In Becker v. Progressive Am. Ins. Co., No: 6:17-cv-114-Orl-31TBS, 2017 WL 735404, at *1 (M.D. Fla. February 24, 2017) (Presnell, J.), a policyholder demanded Underinsured Motorist (UIM) policy limits of $100,000.00. When the limits were not paid, she served a Civil Remedy Notice of Insurer Violation of Florida's Bad Faith Statute.
The Court quoted her counsel's letter to the UIM carrier: "Plaintiff's counsel filed a civil remedy notice alleging bad faith on Progressive's part for its failure to pay the $100,000 policy limit, which he claimed was clearly warranted because Plaintiff's damages are 'far in excess of the minimal $100,000 policy limits.' (Doc. 9 ¶ 39.)" Becker v. Progressive Am. Ins. Co., No: 6:17-cv-114-Orl-31TBS, 2017 WL 735404, at *1 (M.D. Fla. February 24, 2017).
Thereafter the policyholder filed suit in Florida State Court for breach of contract, declaratory judgment, and alleged statutory bad faith.

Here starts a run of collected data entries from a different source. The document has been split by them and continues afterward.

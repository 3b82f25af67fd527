// Package faults holds the fault tests of fvsweep with real processes: the
// fvsweep binary is built once, and coordinators, workers and NATS nodes
// run as child processes on loopback with random ports, killed with SIGKILL,
// stopped with SIGSTOP, restarted on the same files. Each test counts the
// jobs expected, stored, stored twice and lost, and what ran more than once.
package faults
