/**
 * Pace against the golden batches (core/monitor/pace.ts): z of ln(time taken) against the reference
 * batches' ln(time for the same stretch), checked against numpy at test time; anchoring; and, in
 * the monitor, a stalled batch raises the pace condition while a good one does not.
 */
import { beforeAll, describe, expect, it } from 'vitest';
import { execFileSync } from 'node:child_process';
import { PaceCheck } from '../../core/monitor/pace.ts';
import type { Envelope } from '../../core/envelope/envelope.ts';
import { simulateBatch, simulateReferenceSet, type SimulatedBatch } from '../../simulators/batch.ts';
import { buildMonitoringModel, type MonitoringModel } from '../../core/model/monitoring-model.ts';
import { createBatchMonitor } from '../../core/monitor/batch-monitor.ts';
import { resolveBuildSettings } from '../../core/model/build-settings.ts';
import { DRYER_TEST_SETTINGS } from './settings-fixture.ts';

// Five reference batches on a 6-point grid: minutes at which each reached each point (null: never /
// started beyond). Batch 4 started beyond point 1.
const tap: (number | null)[][] = [
  [0, 5, 11, 18, 26, 35],
  [0, 6, 13, 21, 30, 40],
  [0, 4, 9, 15, 22, 30],
  [0, 5, 12, 19, null, null],
  [null, null, 10, 16, 23, 31],
];
const env = { grid: [0, 1, 2, 3, 4, 5], nBatches: 5, timeAtProgress: tap } as unknown as Envelope;

function numpyZ(k0: number, next: number, took: number): number {
  const py = `import json, numpy as np
tap = ${JSON.stringify(tap).replace(/null/g, 'None')}
d = [r[${next}] - r[${k0}] for r in tap if r[${k0}] is not None and r[${next}] is not None]
l = np.log(d)
print(json.dumps((np.log(${took}) - l.mean()) / l.std(ddof=1)))`;
  return Number(execFileSync('python3', ['-c', py]).toString());
}

describe('PaceCheck', () => {
  it('anchors where the batch first moves on, then z of ln(time) against the reference stretch (numpy)', () => {
    const p = new PaceCheck(env, 3, 3, 1);
    // waits at its first point: nothing judged, whatever the time
    expect(p.update(1, 2)).toBeNull();
    expect(p.update(1, 20)).toBeNull();
    // moves on to point 2 at 24 min: the anchor (k0 = 2, t0 = 24; no time taken yet); the next point is 3
    expect(p.update(2, 24)).toBeNull();
    const s = p.update(2, 31)!; // 7 min since the anchor without reaching point 3
    expect(s.tookMin).toBeCloseTo(7, 12);
    expect(s.z).toBeCloseTo(numpyZ(2, 3, 7), 10);
    // a stall at point 2: z only grows with the clock
    const later = [40, 60, 90].map((t) => p.update(2, t)!.z);
    expect(later[0]!).toBeLessThan(later[1]!);
    expect(later[1]!).toBeLessThan(later[2]!);
    // at point 4 (next 5): batches 1, 2, 3, 5 passed points 2 and 5
    expect(p.update(4, 24 + 12)!.z).toBeCloseTo(numpyZ(2, 5, 12), 10);
    // expected and upper times: exp(mean ln d) and exp(mean + k·sd)
    const st = p.update(4, 40)!;
    const ds = [24, 27, 21, 21].map(Math.log);
    const m = ds.reduce((a, x) => a + x, 0) / 4;
    const sd = Math.sqrt(ds.reduce((a, x) => a + (x - m) ** 2, 0) / 3);
    expect(st.expectedMin).toBeCloseTo(Math.exp(m), 10);
    expect(st.upperMin).toBeCloseTo(Math.exp(m + 3 * sd), 10);
  });

  it('does not judge with fewer reference batches than minBatches through the stretch', () => {
    const p = new PaceCheck(env, 3, 5, 1);
    p.update(0, 0);
    // point 1: batch 5 started beyond it, so only 4 passed: no anchor, nothing judged
    expect(p.update(1, 5)).toBeNull();
    expect(p.update(1, 50)).toBeNull();
  });
});

describe('pace in the batch monitor', () => {
  const settings = {
    ...DRYER_TEST_SETTINGS,
    name: 'pace',
    envelope: { k: 3, smoothing: 2, points: 60, band: 'prediction' },
    alarms: { ...DRYER_TEST_SETTINGS.alarms, limits: 'local', confidence: 0.999, pace: true },
    endpoint: { criteria: [{ kind: 'property' }], combine: 'all', confirm: 2, nearingMin: 10 },
  };
  let ref: SimulatedBatch[];
  let model: MonitoringModel;
  beforeAll(() => {
    ref = simulateReferenceSet('dryer', 10, 31, { intervalS: 30 });
    model = buildMonitoringModel(ref.map((b) => ({ id: b.id, axis: b.axis, times: b.times, spectra: b.spectra, property: b.truth.property.values })), settings);
  }, 120_000);
  const keysRaised = (b: SimulatedBatch, m: MonitoringModel) => {
    const mon = createBatchMonitor(m, b.times[0]!);
    const raised = new Set<string>();
    let judged = 0;
    b.spectra.forEach((s, i) => {
      const r = mon.push(i, b.times[i]!, s);
      if (r.pace) judged++;
      for (const c of r.conditionChanges) if (c.active) raised.add(c.key);
    });
    return { raised, judged };
  };

  it('a dryer whose drying rate drops to a fifth raises the pace condition; the message gives the times', () => {
    const slow = simulateBatch('dryer', { seed: 90_001, intervalS: 30, faults: [{ type: 'slow-drying', onsetS: 900, params: { rateFactor: 0.2 } }] });
    const mon = createBatchMonitor(model, slow.times[0]!);
    let msg = '';
    slow.spectra.forEach((s, i) => {
      const r = mon.push(i, slow.times[i]!, s);
      for (const c of r.conditionChanges) if (c.active && c.key === 'pace' && !msg) msg = c.message;
    });
    expect(msg).toMatch(/^pace: [\d.]+ min without reaching the next progress point; the golden batches took [\d.]+ min \(alarm beyond [\d.]+ min, 99\.9 %\)$/);
  });

  it('good batches are judged for pace and raise no pace condition', () => {
    for (const seed of [90_101, 90_102, 90_103]) {
      const { raised, judged } = keysRaised(simulateBatch('dryer', { seed, intervalS: 30 }), model);
      expect(judged).toBeGreaterThan(10);
      expect(raised.has('pace')).toBe(false);
    }
  });

  it('pace is still judged after done: a batch called done early that then dries slowly is flagged', () => {
    // A rule that calls done early on purpose (any of: the property target, or a moving-block SD
    // threshold so wide that it is met from the start; guards off), then the drying rate drops to a
    // fifth: the pace alarm still comes up, after the endpoint call.
    const early = buildMonitoringModel(ref.map((b) => ({ id: b.id, axis: b.axis, times: b.times, spectra: b.spectra, property: b.truth.property.values })), {
      ...settings, endpoint: { criteria: [{ kind: 'property' }, { kind: 'mbsd', block: 5, threshold: 1e6 }], combine: 'any', confirm: 2, nearingMin: 10, hold: { alarms: false, extrapolation: false } },
    });
    const slow = simulateBatch('dryer', { seed: 90_001, intervalS: 30, faults: [{ type: 'slow-drying', onsetS: 900, params: { rateFactor: 0.2 } }] });
    const mon = createBatchMonitor(early, slow.times[0]!);
    let doneAt = -1;
    let paceAt = -1;
    let judgedAfterDone = 0;
    slow.spectra.forEach((s, i) => {
      const r = mon.push(i, slow.times[i]!, s);
      if (doneAt < 0 && r.endpoint.state === 'done') doneAt = i;
      if (doneAt >= 0 && r.pace) judgedAfterDone++;
      if (paceAt < 0 && r.conditionChanges.some((c) => c.key === 'pace' && c.active)) paceAt = i;
    });
    expect(doneAt).toBeGreaterThan(0);
    expect(judgedAfterDone).toBeGreaterThan(0);
    expect(paceAt).toBeGreaterThan(doneAt);
  });

  it('a slow batch stays flagged past the golden end progress: the pace alarm stands at done and at the batch end', () => {
    // the drying rate drops to about a third: the batch still reaches its endpoint, late, and runs on past the golden end
    const slow = simulateBatch('dryer', { seed: 90_002, intervalS: 30, faults: [{ type: 'slow-drying', onsetS: 900, params: { rateFactor: 0.35 } }] });
    const mon = createBatchMonitor(model, slow.times[0]!);
    let paceAt = -1;
    let doneAt = -1;
    let unjudgedAfterPace = 0;
    let last: ReturnType<typeof mon.push> | null = null;
    const cleared: string[] = [];
    slow.spectra.forEach((s, i) => {
      const r = mon.push(i, slow.times[i]!, s);
      if (paceAt < 0 && r.conditionChanges.some((c) => c.key === 'pace' && c.active)) paceAt = i;
      if (paceAt >= 0 && !r.pace) unjudgedAfterPace++;
      if (doneAt < 0 && r.endpoint.state === 'done') doneAt = i;
      for (const c of r.conditionChanges) if (c.key === 'pace' && !c.active) cleared.push(c.message);
      if (doneAt === i) expect(r.activeConditions).toContain('pace');
      last = r;
    });
    expect(paceAt).toBeGreaterThan(0);
    expect(doneAt).toBeGreaterThan(paceAt);
    expect(unjudgedAfterPace).toBeGreaterThan(0); // it did run past where pace can be judged
    expect(cleared).toEqual([]);
    expect(last!.activeConditions).toContain('pace');
  });

  it('alarms.pace on a time axis is refused at build, naming the field, instead of being silently left out', () => {
    const given = { ...settings, progress: { kind: 'time' } };
    expect(() => resolveBuildSettings(given)).toThrow(/^build settings: alarms\.pace needs progress on an indicator variable .* its pace cannot be judged$/);
    expect(resolveBuildSettings({ ...given, alarms: { ...settings.alarms, pace: false } }).alarms.pace).toBe(false);
    expect(resolveBuildSettings(settings).alarms.pace).toBe(true);
  });

  it('models without alarms.pace have no pace condition (an approved model keeps its meaning)', () => {
    const m = buildMonitoringModel(ref.map((b) => ({ id: b.id, axis: b.axis, times: b.times, spectra: b.spectra, property: b.truth.property.values })), { ...settings, alarms: { ...settings.alarms, pace: undefined } });
    const r = createBatchMonitor(m, ref[0]!.times[0]!).push(0, ref[0]!.times[0]!, ref[0]!.spectra[0]!);
    expect(r.pace).toBeUndefined();
  });
});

The UIM carrier removed the case to Federal Court, where one of the requirements was that the case must present an amount in controversy in excess of the jurisdictional limit of $75,000.00. In many cases, policyholders dispute removal of their lawsuits to Federal Courts from the State Courts where they filed their bad-faith lawsuits by arguing that the amount in controversy has not been demonstrated in the record.
Holding that the amount in controversy requirement was met in this case, the U.S. District Court denied the policyholder's motion to remand her case back to Florida State Court. The Court effectively held that the policyholder's demand for $100,000.00 UIM policy limits precluded any argument based on record evidence of the amount in controversy in this case: "Speaking of bad faith, Plaintiff's counsel cannot, in good faith, contend that, under these circumstances, the value of this case does not meet the $75,000 jurisdictional threshold."